Guinan's ability to see through different timelines has never been properly explained in the same way we never knew why Q was wary of her. I've read some silly explanations like, being a race of listeners, they would never fall for the Q's tricks, which is very absurd because we know some can be corrupted. Personally, I think it's one of those things that the writers didn't really want to spend more time with and simply said "she's mysterious" and be done with it. I mean, in the same universe, Wesley was just born a genius without more explanation than being born this way by chance. So, Guinan's race just
know things. The part of the Nexus is just something they added up later to make her a guide for Picard for his time inside the Nexus and it makes sense her mysterious character does this.
I've seen some clips of this show and you are sadly right. The writers just want to take the characters from point A to point B without any further explorations of their ways.

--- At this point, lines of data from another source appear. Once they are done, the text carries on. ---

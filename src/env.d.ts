/// <reference types="vite/client" />
/// <reference types="vite-plugin-pwa/client" />
declare module '*.vue' {
  import type { DefineComponent } from 'vue';
  const component: DefineComponent<object, object, unknown>;
  export default component;
}
/** The join screen's first words in each language, picked from the catalogs at build time (vite.config.ts, src/boot/join-screen.ts). */
declare module 'virtual:cairn-join-words' {
  const words: Record<import('../shared/locales').Locale, import('./boot/join-screen').JoinWords>;
  export default words;
}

It's just "thing happens" -> "let's solve thing" -> "move on to the next thing." All while trying to sound smart and inhumanly assertive.
Remember how the whole crew was debating whether it was proper or ethical to help that kid from "Pen Pals" and her people because not helping meant they just would ignore the death of millions of living beings despite they could so something?
https://youtube.com/watch?v=4mH-L6UCCAE
Moments like these were the core of ST:TNG. No yelling, not trying to outsmart the other, offering different points of views to reach to the best solution, all while showing each character's personality: Worf is a pragmatic absolutist, Dianna is indeed empathetic, and Data offers the human point of view while Pulansky, formerly sceptic of him, takes his side.